DATA FOR THE TASK:
import type { EntityManager } from 'typeorm';
import type { z } from 'zod';
import type { createSiteRequest, Site, SiteListQuery, updateSiteRequest } from '../../shared/sites/sites.schema.ts';
import { inFirm } from '../database/firm-scope.ts';
import type { Actor } from '../http/actor.ts';
import type { Parts } from '../http/parts.ts';
import { Problem } from '../http/problem.ts';
import { changeRow, makeOnce, taken } from '../registers/register-rows.ts';
import { presentSite, type SiteRow, sitesRepository } from './site.repository.ts';

/** A home's name and address say where somebody lives. */
const PERSONAL = ['name', 'addressLines'];
const REFERENCES = { site_customer_fkey: '/customerId' };
const factsOf = ({ customerId, name, addressLines, timeZone, altitudeM, jurisdiction }: Omit<SiteRow, 'version'>) => ({
  customerId,
  name,
  addressLines,
  timeZone,
  altitudeM,
  jurisdiction,
});

export function listSites(parts: Parts, actor: Actor, query: SiteListQuery) {
  return inFirm(parts.dataSource, actor, (manager) => sitesRepository(manager).list(query));
}

export function getSite(parts: Parts, actor: Actor, id: string) {
  return inFirm(parts.dataSource, actor, (manager) => requireView(manager, id));
}

export function createSite(parts: Parts, actor: Actor, request: z.output<typeof createSiteRequest>) {
  const row = { firmId: actor.firmId, ...request };
  return makeOnce(
    parts,
    actor,
    { noun: 'site', subjectId: request.id, facts: factsOf(row), personal: PERSONAL },
    REFERENCES,
    (manager) => sitesRepository(manager).insert(row),
    (manager) => requireView(manager, request.id),
  );
}

export function updateSite(
  parts: Parts,
  actor: Actor,
  id: string,
  version: number,
  request: z.output<typeof updateSiteRequest>,
) {
  return changeRow<SiteRow, Site>(
    parts,
    actor,
    {
      noun: 'site',
      id,
      version,
      personal: PERSONAL,
      references: REFERENCES,
      find: (manager) => sitesRepository(manager).find(id),
      factsOf,
      changed: (row) => ({
        ...row,
        name: taken(request.name, row.name),
        addressLines: taken(request.addressLines, row.addressLines),
        timeZone: taken(request.timeZone, row.timeZone),
        altitudeM: taken(request.altitudeM, row.altitudeM),
        jurisdiction: taken(request.jurisdiction, row.jurisdiction),
      }),
      update: (manager, row) => sitesRepository(manager).update(row),
    },
    (manager) => requireView(manager, id),
  );
}

async function requireView(manager: EntityManager, id: string) {
  const found = await sitesRepository(manager).findView(id);
  if (!found) throw new Problem('notFound');
  return presentSite(found);
}
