import type { ReferenceData } from '../../../shared/reference/reference-data.ts';
import { laterBy, type Moment, minutesAfter } from '../diary.ts';
import { planInstalls } from '../installs.ts';
import type { DemoHistory } from '../load-demo.ts';
import { ENGLISH_TITLES, ServiceVisits, SPANISH_TITLES } from '../service-visits.ts';
import { enterRegisters, openWorkshop, type Workshop } from '../workshop.ts';
import { BK } from './firm.ts';
import { BRENHAVEN } from './plan.ts';

/** A year and a half of a small firm. */
export function brenhavenHistory(now: Date, reference: ReferenceData): DemoHistory {
  const workshop = openWorkshop(BRENHAVEN, now, reference);
  enterRegisters(workshop);
  planInstalls(workshop);
  planVisits(workshop);
  workshop.agenda.run();
  return { lines: workshop.diary.inOrder(), readers: new Map() };
}

/** Working days ago, unit, who. */
const TOP_UPS: readonly [number, string, string][] = [
  [371, 'ZK-2', BK.inaki.id],
  [318, 'MB-1', BK.sanne.id],
  [262, 'ZK-1', BK.sanne.id],
  [240, 'ZK-2', BK.inaki.id],
  [187, 'MB-2', BK.sanne.id],
  [121, 'ZK-2', BK.inaki.id],
  [96, 'MB-1', BK.sanne.id],
  [37, 'ZK-2', BK.inaki.id],
];

function planVisits({ agenda, draws, register, shop, field, now, days }: Workshop): void {
  const titlesOf = (personId: string) => (personId === BK.inaki.id ? SPANISH_TITLES : ENGLISH_TITLES);
  const service = new ServiceVisits({ draws, shop, field, supervisorOf: () => null, titlesOf });
  for (const [daysAgo, tag, by] of TOP_UPS) {
    agenda.promise(daysAgo, by, 1, (moment) => service.topUp(moment, register.require(tag)));
  }
  agenda.promise(205, BK.sanne.id, 2, (moment) => service.visit(moment, register.require('ZK-1'), 'recharge'));
  agenda.promise(74, BK.sanne.id, 2, (moment) => service.visit(moment, register.require('ZK-1'), 'put back'));
  agenda.at(60, 16.5, BK.marijke.id, (moment) => {
    shop.reclaim(moment, shop.require('T-07'), days.at(41, 10));
  });
  for (const daysAgo of [330, 200, 70, 8]) {
    for (const by of [BK.sanne.id, BK.inaki.id]) {
      agenda.at(daysAgo, 7.2, by, (moment) => {
        const onBus = shop.cylinders.filter(({ heldBy, state }) => heldBy === by && state === 'here');
        if (onBus.length > 0) shop.weigh(moment, onBus);
      });
    }
  }
  agenda.at(0, 0, BK.sanne.id, () => {
    const visited: Moment = { at: minutesAfter(now, -140), by: BK.sanne.id };
    const unit = register.require('MB-2');
    shop.cylinderFor(laterBy(visited, -5), unit.refrigerant, 200);
    service.topUp(visited, unit, 0.11);
  });
}
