import { mkdtempSync, readFileSync, rmSync } from 'node:fs';
import { tmpdir } from 'node:os';
import path from 'node:path';
import { runNode } from './run-node.ts';
import { countVitestResults, type Tally } from './test-tally.ts';

/** Runs one of the checks that pass or fail as a whole; its output is shown as it comes. */
async function check(name: string, program: string, words: string[]): Promise<Tally> {
  console.log(`\n${name}`);
  const passed = (await runNode([program, ...words])) === 0;
  console.log(`${name}: ${passed ? 'passed' : 'failed'}`);
  return { passed: passed ? 1 : 0, failed: passed ? 0 : 1, skipped: [] };
}

async function runVitest(words: string[]): Promise<Tally> {
  console.log('\nTests');
  const folder = mkdtempSync(path.join(tmpdir(), 'tarewright-test-'));
  const report = path.join(folder, 'vitest.json');
  try {
    const reporters = ['--reporter=default', '--reporter=json', `--outputFile.json=${report}`];
    const run = ['node_modules/vitest/vitest.mjs', 'run', ...reporters, ...words];
    const status = await runNode(run);
    return countVitestResults(readIfThere(report), status);
  } finally {
    rmSync(folder, { recursive: true, force: true });
  }
}

function readIfThere(file: string): string | null {
  try {
    return readFileSync(file, 'utf8');
  } catch {
    return null;
  }
}

/**
 * `npm test`: types, lint and every test. With words (a file, `-t name`) only Vitest runs, on those.
 * The last line is `N passed, N failed`; the exit status is 0 only when nothing failed and something ran.
 */
export async function main(words: string[]): Promise<void> {
  const tallies: Tally[] = [];
  if (words.length === 0) {
    tallies.push(await check('Types', 'node_modules/typescript/bin/tsc', ['--noEmit']));
    tallies.push(await check('Lint', 'node_modules/@biomejs/biome/bin/biome', ['check', '--error-on-warnings', '.']));
  }
  tallies.push(await runVitest(words));
  const skipped = tallies.flatMap((tally) => tally.skipped);
  const passed = tallies.reduce((sum, tally) => sum + tally.passed, 0);
  const failed = tallies.reduce((sum, tally) => sum + tally.failed, 0);
  if (skipped.length > 0)
    console.log(`\nSkipped, ${skipped.length}:\n${skipped.map((name) => `  ${name}`).join('\n')}`);
  console.log(`\n${passed} passed, ${failed} failed`);
  process.exitCode = failed === 0 && passed > 0 ? 0 : 1;
}
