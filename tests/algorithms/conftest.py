"""Processing with Downwarp's provider, in process; the tests of this folder need QGIS."""

import importlib.util
import sys

import pytest

if importlib.util.find_spec("qgis") is None:
    collect_ignore_glob = ["test_*.py"]

# QGIS and Processing keep providers by reference only.
_providers = []


@pytest.fixture(scope="session", autouse=True)
def provider(qgis_application):
    """Downwarp's provider in a running Processing."""
    from qgis.core import QgsApplication

    plugins = QgsApplication.pkgDataPath() + "/python/plugins"
    if plugins not in sys.path:
        sys.path.append(plugins)
    from downwarp_checkout.plugin.provider import DownwarpProvider
    from processing.core.Processing import Processing

    Processing.initialize()
    if not _providers:
        _providers.append(DownwarpProvider())
        QgsApplication.processingRegistry().addProvider(_providers[0])
    return _providers[0]


@pytest.fixture(scope="session")
def headless(tmp_path_factory):
    """A qgis_process of its own with the plugin enabled."""
    from headless import Headless

    qgis = Headless(tmp_path_factory.mktemp("headless"))
    qgis.enable()
    return qgis
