"""Gravity, strength and age of a fitted plate through Processing: an invented trench whose plate is known in closed form."""

import re

import numpy as np
import pytest

pytest.importorskip("qgis")

import invented
from downwarp_checkout.plugin.bridge.fields import FIELDS
from downwarp_checkout.plugin.core.constants import MILLIGAL
from downwarp_checkout.plugin.core.crust import MIRRORED, Crust, Section, anomaly
from qgis.core import QgsApplication, QgsFeature, QgsGeometry, QgsPointXY, QgsVectorLayer
from running import column, refusal, run

GRAVITY = ("ANOMALIES", "EVIDENCE")
NEW = ("gravitytransects", "platestrength", "agethickness")


def gravity_at(km):
    """Free-air anomaly, mGal, of the trench's plate, mirrored about its axis, at distances in km from the line's start."""
    x = np.arange(0.0, 700e3, 1e3)
    deflection = invented.bent(x)
    level = invented.LEVEL + invented.TILT * x
    section = Section(x, level - deflection, level, deflection, np.full(x.size, 1030.0), np.zeros(x.size, dtype=bool))
    away = np.abs(np.atleast_1d(km) - invented.AXIS_KM) * 1e3
    return anomaly(section, Crust(load=2800.0, mantle=3300.0), away, MIRRORED).free_air / MILLIGAL.value


@pytest.fixture(scope="module")
def fitted(tmp_path_factory):
    """Layers of a fit to the trench, and a gravity grid, as files."""
    folder = tmp_path_factory.mktemp("trench")
    rng = np.random.default_rng(3)

    def surface(km):
        return invented.trench(km) + 15.0 * rng.standard_normal(np.shape(km))

    dem = invented.equator_grid(folder / "dem.tif", 20.0, surface)
    paths = {name: str(folder / f"{name.lower()}.gpkg") for name in ("STATIONS", "PROFILES")}
    run("fittransects", {
        "TRANSECTS": invented.lines_layer([invented.equator_line(20.0)], names=["a & b"]), "NAME_FIELD": "name",
        "DEM": dem, "SETTING": 1, "STEP_KM": invented.STEP_KM, **paths,
    }, sinks=())  # fmt: skip
    noise = np.random.default_rng(4).standard_normal(500)
    paths["ANOMALY"] = invented.equator_grid(
        folder / "gravity.tif", 20.0, lambda km: gravity_at(km) + 7.0 + 1.0 * noise
    )
    paths["AGE"] = invented.equator_grid(folder / "age.tif", 20.0, lambda km: 8000.0 + 0.0 * km)
    return paths


def test_gravity_of_the_known_plate_agrees(fitted, tmp_path):
    """Known plate -> relief and gravity with noise -> fit -> gravity: small residual, thickness back within the interval."""
    report = tmp_path / "gravity.html"
    inputs = {"INPUT": fitted["STATIONS"], "ANOMALY": fitted["ANOMALY"], "REPORT": str(report)}
    found = run("gravitytransects", inputs, sinks=GRAVITY)
    assert found["RMS_MGAL"] < 5
    assert found["TE_LOW_KM"] < invented.TE_KM < found["TE_HIGH_KM"]
    rows = {row["source"]: row for row in found["EVIDENCE"]}
    assert list(rows) == ["plate as given", "surface", "gravity", "surface and gravity"]
    width = {source: row["te_high_km"] - row["te_low_km"] for source, row in rows.items() if row["te_high_km"]}
    assert width["surface and gravity"] < min(width["surface"], width["gravity"])
    anomalies = found["ANOMALIES"]
    parts = column(anomalies, "load_mgal") + column(anomalies, "surface_mgal") + column(anomalies, "moho_mgal")
    assert parts == pytest.approx(column(anomalies, "free_air_mgal"), abs=1e-6)
    assert list(anomalies[0])[:-1][-len(FIELDS["ANOMALIES"]) :] == list(FIELDS["ANOMALIES"])
    text = report.read_text(encoding="utf-8")
    assert "a &amp; b" in text and "no faulting" in text.lower() and "elastic and steady" in text
    assert "<svg" in text and not re.search(r"(src|href)=\"http", text)


def test_gravity_points_and_bouguer(fitted):
    """The same anomaly as points, free-air or turned into Bouguer, gives the same residual as it was made with."""
    plain = run("gravitytransects", {"INPUT": fitted["STATIONS"], "JOINT": False}, sinks=GRAVITY)
    assert plain["RMS_MGAL"] is None and [row["source"] for row in plain["EVIDENCE"]] == ["plate as given"]
    rows = plain["ANOMALIES"][::3]
    rms = []
    for kind, field in enumerate(("free_air_mgal", "bouguer_mgal")):
        layer = QgsVectorLayer("Point?crs=EPSG:4326&field=g:double&field=s:double", "gravity", "memory")
        features = []
        for place, row in enumerate(rows):
            feature = QgsFeature(layer.fields())
            feature.setAttributes([row[field] + (2.0 if place % 2 else -2.0), 1.0])
            point = row["geometry"].asPoint()
            feature.setGeometry(QgsGeometry.fromPointXY(QgsPointXY(point.x(), 0.02)))
            features.append(feature)
        layer.dataProvider().addFeatures(features)
        found = run(
            "gravitytransects",
            {"INPUT": fitted["STATIONS"], "ANOMALY_POINTS": layer, "ANOMALY_FIELD": "g", "ANOMALY_SIGMA": "s",
             "ANOMALY_KIND": kind, "JOINT": False},
            sinks=GRAVITY,
        )  # fmt: skip
        rms.append(found["RMS_MGAL"])
    assert rms == pytest.approx([2.0, 2.0], abs=0.05)


def test_strength_of_the_known_plate(fitted, tmp_path):
    """Verdict at the most bent station, from a raster of age in hundredths of Myr and from the age itself; layers hold the
    curves."""
    report = tmp_path / "strength.html"
    sinks = ("VERDICTS", "ENVELOPES", "MOMENTS")
    by_age = run("platestrength", {"INPUT": fitted["STATIONS"], "AGE_MYR": 80, "REPORT": str(report)}, sinks=sinks)
    by_map = run(
        "platestrength", {"INPUT": fitted["STATIONS"], "AGE": fitted["AGE"], "AGE_UNIT_MYR": 0.01}, sinks=sinks
    )
    row, same = by_age["VERDICTS"][0], by_map["VERDICTS"][0]
    numbers = [key for key in FIELDS["VERDICTS"] if isinstance(row[key], float)]
    assert len(numbers) > 12
    assert [row[key] for key in numbers] == pytest.approx([same[key] for key in numbers], rel=1e-6)
    assert row["verdict"] in ("carried", "carried with yielding", "not carried")
    assert row["moment_n"] == pytest.approx(row["moment_share"] * row["moment_limit_n"])
    assert row["fibre_stress_mpa"] > 0, "the outer rise has its top in tension"
    stations = run("platestrength", {"INPUT": fitted["STATIONS"], "HEAT_FLOW": row["heat_flow_mw_m2"]}, sinks=sinks)
    assert stations["VERDICTS"][0]["age_myr"] == pytest.approx(80, rel=1e-4)
    assert len(by_age["ENVELOPES"]) > 50 and len(by_age["MOMENTS"]) > 50
    assert "Byerlee" in report.read_text(encoding="utf-8")


def test_age_of_the_known_plate(fitted, tmp_path):
    """Temperature at the base of the elastic plate at its age at loading, by value and by raster, and the isotherms."""
    report = tmp_path / "age.html"
    sinks = ("AGES", "ISOTHERM_DEPTHS")
    given = {"INPUT": fitted["PROFILES"], "LOAD_AGE_MYR": 30, "ISOTHERMS": "600; 400"}
    by_age = run("agethickness", {**given, "AGE_MYR": 80, "REPORT": str(report)}, sinks=sinks)
    by_map = run("agethickness", {**given, "AGE": fitted["AGE"], "AGE_UNIT_MYR": 0.01}, sinks=sinks)
    row = by_age["AGES"][0]
    assert row["transect"] == "a & b" and row["age_at_loading_myr"] == pytest.approx(50)
    assert by_map["AGES"][0]["temperature_c"] == pytest.approx(row["temperature_c"], rel=1e-9)
    assert row["temperature_low_c"] < row["temperature_c"] < row["temperature_high_c"]
    depths = {each["temperature_c"]: each["depth_km"] for each in by_age["ISOTHERM_DEPTHS"]}
    assert list(depths) == [400.0, 600.0] and depths[400.0] < depths[600.0]
    assert not row["geometry"].isNull()
    assert "a &amp; b" in report.read_text(encoding="utf-8")


@pytest.mark.parametrize(
    ("name", "values", "words"),
    [
        ("gravitytransects", {"ANOMALY_POINTS": "x", "ANOMALY": "y"}, "ANOMALY and ANOMALY_POINTS are both given"),
        ("gravitytransects", {"RHO_LOAD": 1000}, "RHO_LOAD .1000 kg/m3. must exceed RHO_WATER"),
        ("gravitytransects", {"CRUST_KM": "thick"}, "CRUST_KM is 'thick'; it takes a number"),
        ("gravitytransects", {"RHO_LOAD_FROM": 3300}, "RHO_LOAD_TO is 3200; it takes a number above 3300"),
        ("gravitytransects", {"FIT_FROM": 9, "FIT_TO": 3}, "FIT_FROM .9 km. must be below FIT_TO"),
        ("platestrength", {}, "None of AGE_MYR, AGE, HEAT_FLOW is given"),
        ("platestrength", {"AGE_MYR": 3, "HEAT_FLOW": 50}, "AGE_MYR and HEAT_FLOW are given; it takes one"),
        ("platestrength", {"AGE_MYR": -3}, "AGE_MYR is -3; it takes a number above 0"),
        ("platestrength", {"HEAT_FLOW": 30}, "HEAT_FLOW is 30 mW/m2, which the cooling plate has at no age"),
        ("platestrength", {"THERMAL": 2, "AGE_MYR": 3}, "takes HEAT_FLOW rather than an age"),
        ("platestrength", {"AGE_MYR": 3, "STRAIN_RATE": 0}, "STRAIN_RATE is 0"),
        ("agethickness", {}, "None of AGE_MYR, AGE, AGE_FIELD is given"),
        ("agethickness", {"AGE_MYR": 3, "ISOTHERMS": "hot"}, "ISOTHERMS is 'hot'; it takes temperatures"),
        ("agethickness", {"AGE_MYR": 3, "ISOTHERMS": "0"}, "above 0 and below 2000"),
        ("agethickness", {"AGE_MYR": 3, "LOAD_AGE_MYR": -1}, "LOAD_AGE_MYR is -1"),
        ("agethickness", {"AGE_MYR": 3, "AGE_FIELD": "none"}, "AGE_MYR and AGE_FIELD are given"),
        ("agethickness", {"AGE_MYR": 3, "LOAD_AGE_MYR": 20}, "the load is 20 Myr old and the plate 3 Myr"),
    ],
)
def test_bad_values_are_named(fitted, name, values, words):
    """Each refusal says which key, what it got and what it takes."""
    source = fitted["PROFILES"] if name == "agethickness" else fitted["STATIONS"]
    sinks = {"gravitytransects": GRAVITY, "platestrength": ("VERDICTS",), "agethickness": ("AGES",)}[name]
    assert re.search(words, refusal(name, {"INPUT": source, **values}, sinks=sinks))


@pytest.mark.parametrize("name", NEW)
def test_layers_that_are_no_result_are_refused(name):
    """A layer without the fields of a run is named as such."""
    layer = invented.lines_layer([[(0, 0), (1, 1)]])
    sinks = {"gravitytransects": GRAVITY, "platestrength": ("VERDICTS",), "agethickness": ("AGES",)}[name]
    values = {"INPUT": layer, "DISTANCE": "name"} if name != "agethickness" else {"INPUT": layer}
    if name != "gravitytransects":
        values["AGE_MYR"] = 50
    assert "INPUT has no field" in refusal(name, values, sinks=sinks)


@pytest.mark.parametrize("name", NEW)
def test_everything_has_help(name):
    """Keys, outputs and fields have help; help of keys ends as a sentence does, and names nothing that is not there."""
    each = QgsApplication.processingRegistry().algorithmById(f"downwarp:{name}")
    own = {definition.name() for definition in each.parameterDefinitions()}
    for definition in each.parameterDefinitions():
        text = each.help_of("parameters", definition.name()) or each.help_of("outputs", definition.name())
        assert text.endswith("."), definition.name()
        if definition.type() == "sink":
            for field in FIELDS[definition.name()]:
                assert each.help_of("fields", field), field
    outputs = {output.name() for output in each.outputDefinitions()}
    for output in outputs:
        assert each.help_of("outputs", output), output
    assert set(each.help()["parameters"]) <= own
    assert set(each.help()["outputs"]) <= outputs | own
    sinks = [FIELDS[key] for key in own if key in FIELDS]
    assert set(each.help()["fields"]) <= {field for names in sinks for field in names}


def test_a_transect_without_an_answer_is_a_row(fitted):
    """A second transect whose stations carry no plate: the first is answered, the second a row with the reason."""
    source = QgsVectorLayer(fitted["STATIONS"], "stations", "ogr")
    both = QgsVectorLayer(f"PointZ?crs={source.crs().authid()}", "both", "memory")
    both.dataProvider().addAttributes([field for field in source.fields() if field.name() != "fid"])
    both.updateFields()
    features = []
    for bare in (False, True):
        for station in source.getFeatures():
            feature = QgsFeature(both.fields())
            feature.setGeometry(station.geometry())
            for field in both.fields():
                feature[field.name()] = station[field.name()]
            if bare:
                feature["transect"], feature["deflection_m"] = "bare", None
            features.append(feature)
    both.dataProvider().addFeatures(features)
    for name, sink, values in (
        ("gravitytransects", "EVIDENCE", {"JOINT": False}), ("platestrength", "VERDICTS", {"AGE_MYR": 80}),
    ):  # fmt: skip
        sinks = GRAVITY if name == "gravitytransects" else (sink,)
        rows = {row["transect"]: row for row in run(name, {"INPUT": both, **values}, sinks=sinks)[sink]}
        assert rows["a & b"]["te_km"] is not None
        assert rows["bare"]["te_km"] is None
        assert rows["bare"]["remarks"] == "bare: 0 stations carry a plate (deflection_m); it takes at least 5."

PROBLEM REQUIREMENTS:
Could you please find every line of the listing above holding the string "reduce" and copy it?

WRITTEN ANSWER:
  const passed = tallies.reduce((sum, tally) => sum + tally.passed, 0);
  const failed = tallies.reduce((sum, tally) => sum + tally.failed, 0);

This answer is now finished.